PROBLEM DETAILS
Which lines of the entries below run from the one holding "Set tunnel speeds. [m/s]" to the one holding "tap_delay_range : (float, float)", inclusive? Set down exactly those lines and no others.

[Recorded data]

def _default_configurations():
    # The bare cylinder's mid-span pressure lift is 15 % above its whole-span balance lift (end
    # effects, see true_pressure_coefficients): its configuration allows for that difference.
    return (
        Configuration("plates", "end plates of 2 d diameter at both ends", True, 0.25),
        Configuration("bare", "no end plates", False, None, {"cl_agreement": 0.2}),
    )


@dataclass(frozen=True)
class SynthSpec:
    """Everything the synthetic-campaign generator needs; the defaults make the demo.

    Geometry, air and instruments are SI: lengths [m], pressures [Pa], temperatures [K], times
    [s], angles [deg], rates [Hz], speeds [m/s], rotation rates [rpm].

    Attributes
    ----------
    seed : int
        Seed of the numpy Generator; the whole campaign is a function of it.
    title, facility, date, notes : str
        [campaign] texts.
    start : str
        ISO 8601 time of the first run.
    diameter, span : float
        Model diameter d and loaded span b. [m]
    tunnel_height, tunnel_width : float
        Test-section height h (across which lift acts) and width. [m]
    flow_angle : float
        True flow angularity, toward +y. [deg]
    static_pressure_gradient : float
        Empty-tunnel dp/dx. [Pa/m]
    alignment_angle : float
        Balance x axis from tunnel x, toward +y. [deg]
    transducer_radius : float
        Radius of the pressure transducer on the spinning model. [m]
    configurations : tuple of Configuration
        Model configurations; one block of runs each.
    speeds : tuple of float
        Set tunnel speeds. [m/s]
    spin_ratios_up, spin_ratios_down : tuple of float
        Nominal spin ratios of the up sweep and of the down sweep that follows it. [-]
    pressure_speeds : tuple of float
        Speeds whose runs carry a pressure log. [m/s]
    pressure_spin_ratios : tuple of float
        Up-sweep spin ratios that carry a pressure log at those speeds. [-]
    repeat_point : tuple (str, float, float) or None
        (config, speed [m/s], spin ratio [-]) of the repeat runs, taken at the end of that block.
    repeat_count : int
        How many repeat runs.
    tare_rpms : tuple of float
        Spin rates of the spin-tare runs of each configuration. [rpm]
    rpm_step : float
        The set rpm is rounded to this step, as an operator would set it. [rpm]
    data_duration, wind_off_duration : float
        Record lengths of data runs and of zero and tare runs. [s]
    data_interval, wind_off_interval : float
        Time from one run's start to the next (record plus settling). [s]
    tunnel_rate, balance_rate, pressure_rate : float
        Sample rates of the three streams. [Hz]
    n_taps : int
        Surface taps at mid-span, spaced evenly in azimuth.
    tap_azimuth_scatter : float
        Standard deviation of the taps' installed azimuths about even spacing. [deg]
    tap_delay_range : (float, float)
        Tubing delays are drawn uniformly in this range. [s]
    temperature, temperature_rise : float
        Air temperature at the start, and its rise over the campaign (the tunnel warms). [K]
    pressure, pressure_change : float
        Barometric pressure at the start, and its change over the campaign. [Pa]
    relative_humidity : float
        Relative humidity, fraction. [-]
    speed_set_error : float
        Relative standard deviation of a run's mean speed about its set point. [-]
    turbulence : float
        Relative standard deviation of the AR(1) speed fluctuation. [-]
    turbulence_time : float
        Its correlation time. [s]
    speed_drift : float
        Relative standard deviation of the (linear) speed change over a clean record. [-]
    spin_jitter : float
        Relative standard deviation of the AR(1) rpm fluctuation. [-]
    spin_jitter_time : float
        Its correlation time. [s]
    shedding_strouhal : float
        Strouhal number of vortex shedding (frequency St U/d). [-]
    shedding_cl_rms : float
        RMS fluctuating lift coefficient at rest; it decays as exp(−(α/1.5)²). [-]
    channels : tuple of str
        Balance channel names.
    matrix : tuple of tuples
        3 × n linear calibration (rows Fx [N], Fy [N], Mz [N m], per volt).
    full_scale : (float, float, float)
        Fx [N], Fy [N], Mz [N m].
    zero_offsets : tuple of float
        Channel zeros at the start. [V]
    zero_drift : tuple of float
        Their linear drift. [V/h]
    balance_noise : float
        Standard deviation of white noise on each channel. [V]
    antialias_fraction : float
        Corner of the balance anti-alias filter (4th-order Butterworth magnitude) as a
        fraction of the balance rate. [-]
    tare_friction, tare_viscous, tare_windage : float
        Wind-off torque opposing the spin: ``friction + viscous |ω| + windage ω²``.
        [N m], [N m s/rad], [N m s²/rad²]
    tare_force : (float, float)
        Wind-off spin-induced Fx, Fy at ω = 1000 rad/s (∝ ω², Fy odd in ω). [N]
    imbalance : float
        Rotor imbalance m·e; the rotating force is ``imbalance ω²``. [kg m]
    pitot_noise : float
        White noise on dp_pitot. [Pa]
    tap_noise : float
        White noise on each tap reading, as a fraction of q. [-]
    tap_noise_floor : float
        White noise on each tap reading, absolute. [Pa]
    tachometer_noise : float
        Relative white noise of the tachometer. [-]
    encoder_counts : int
        Encoder counts per revolution.
    blockage, lift_interference, buoyancy : str, bool, bool
        [reduction] wall-correction choices; the forward model inverts exactly these.
    u_* : float
        Type-B standard uncertainties written into campaign.toml (invented instrument specs):
        geometry [m], angles [deg], gradient [Pa/m], scanner and pitot [Pa], pitot relative
        [-], thermometer [K], barometer [Pa], hygrometer [-], tachometer relative [-], encoder
        [deg], tubing delay [s], calibration relative [-].
    faults : tuple of Fault
        Flaws to plant.
    """

    seed: int = 2026
    title: str = "RS-12 rotor-sail model: spin-ratio sweeps with and without end plates"
    facility: str = (
        "SDT-1, an invented 1.0 m x 0.75 m closed-section low-speed tunnel (synthetic data)"
    )
    date: str = "2026-03-10"
    notes: str = "Synthetic demonstration campaign written by tunnelred.demo.synth; see truth.csv."
    start: str = "2026-03-10T08:30:00"
    diameter: float = 0.125
    span: float = 0.74
    tunnel_height: float = 1.0
    tunnel_width: float = 0.75
    flow_angle: float = 0.25
    static_pressure_gradient: float = -1.0
    alignment_angle: float = 0.1
    transducer_radius: float = 0.02
    configurations: tuple[Configuration, ...] = field(default_factory=_default_configurations)
    speeds: tuple[float, ...] = (6.0, 9.0, 12.0)
    spin_ratios_up: tuple[float, ...] = (0.0, 0.5, 1.0, 1.5, 2.0, 2.5, 3.0, 3.5, 4.0)
    spin_ratios_down: tuple[float, ...] = (3.0, 2.0, 1.0, 0.0)
    pressure_speeds: tuple[float, ...] = (9.0,)
    pressure_spin_ratios: tuple[float, ...] = (0.0, 1.0, 2.0, 3.0, 4.0)
    repeat_point: tuple[str, float, float] | None = ("plates", 9.0, 2.0)
    repeat_count: int = 2
    tare_rpms: tuple[float, ...] = (400.0, 1000.0, 2000.0, 3000.0, 4000.0, 5000.0, 6000.0, 7500.0)
    rpm_step: float = 5.0
    data_duration: float = 4.0
    wind_off_duration: float = 3.0
    data_interval: float = 75.0
    wind_off_interval: float = 40.0
    tunnel_rate: float = 50.0
    balance_rate: float = 200.0
    pressure_rate: float = 500.0
    n_taps: int = 16
    tap_azimuth_scatter: float = 0.3
    tap_delay_range: tuple[float, float] = (0.4e-3, 0.9e-3)
    temperature: float = 291.4
    temperature_rise: float = 3.0
    pressure: float = 100850.0
    pressure_change: float = -150.0
    relative_humidity: float = 0.48
    speed_set_error: float = 0.003
    turbulence: float = 0.003
    turbulence_time: float = 0.3
    speed_drift: float = 0.0015
    spin_jitter: float = 0.002
    spin_jitter_time: float = 0.05
    shedding_strouhal: float = 0.2
    shedding_cl_rms: float = 0.3
    channels: tuple[str, ...] = ("N1", "N2", "N3")
    matrix: tuple[tuple[float, ...], ...] = (
        (8.0, 0.15, -0.30),
        (-0.20, 24.0, 0.40),
        (0.002, -0.005, 0.20),
    )
    full_scale: tuple[float, float, float] = (40.0, 120.0, 1.0)
    zero_offsets: tuple[float, ...] = (0.0123, -0.0315, 0.0871)
    zero_drift: tuple[float, ...] = (1.5e-3, 2.0e-3, -1.0e-3)
    balance_noise: float = 4e-4
    antialias_fraction: float = 0.4
    tare_friction: float = 0.012
    tare_viscous: float = 2.0e-5
    tare_windage: float = 4.0e-8
    tare_force: tuple[float, float] = (0.05, 0.08)
    imbalance: float = 2.0e-6
    pitot_noise: float = 0.05
    tap_noise: float = 0.004
    tap_noise_floor: float = 0.5
    tachometer_noise: float = 5e-4
    encoder_counts: int = 4096
    blockage: str = "allen-vincenti"
    lift_interference: bool = False
    buoyancy: bool = True
    u_diameter: float = 5e-5
    u_span: float = 5e-4
    u_height: float = 1e-3
    u_width: float = 1e-3
    u_flow_angle: float = 0.1
    u_static_pressure_gradient: float = 0.3
    u_alignment_angle: float = 0.05
    u_scanner: float = 1.5
    u_pitot: float = 0.1
    u_pitot_relative: float = 0.002
    u_thermometer: float = 0.1
    u_barometer: float = 20.0
    u_hygrometer: float = 0.02
    u_tachometer_relative: float = 0.001
    u_encoder: float = 0.1
    u_azimuth: float = 0.2
    u_tubing_delay: float = 5e-5
    u_matrix_relative: float = 0.001
    faults: tuple[Fault, ...] = ()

SOLUTION FOR THIS TASK
        Set tunnel speeds. [m/s]
    spin_ratios_up, spin_ratios_down : tuple of float
        Nominal spin ratios of the up sweep and of the down sweep that follows it. [-]
    pressure_speeds : tuple of float
        Speeds whose runs carry a pressure log. [m/s]
    pressure_spin_ratios : tuple of float
        Up-sweep spin ratios that carry a pressure log at those speeds. [-]
    repeat_point : tuple (str, float, float) or None
        (config, speed [m/s], spin ratio [-]) of the repeat runs, taken at the end of that block.
    repeat_count : int
        How many repeat runs.
    tare_rpms : tuple of float
        Spin rates of the spin-tare runs of each configuration. [rpm]
    rpm_step : float
        The set rpm is rounded to this step, as an operator would set it. [rpm]
    data_duration, wind_off_duration : float
        Record lengths of data runs and of zero and tare runs. [s]
    data_interval, wind_off_interval : float
        Time from one run's start to the next (record plus settling). [s]
    tunnel_rate, balance_rate, pressure_rate : float
        Sample rates of the three streams. [Hz]
    n_taps : int
        Surface taps at mid-span, spaced evenly in azimuth.
    tap_azimuth_scatter : float
        Standard deviation of the taps' installed azimuths about even spacing. [deg]
    tap_delay_range : (float, float)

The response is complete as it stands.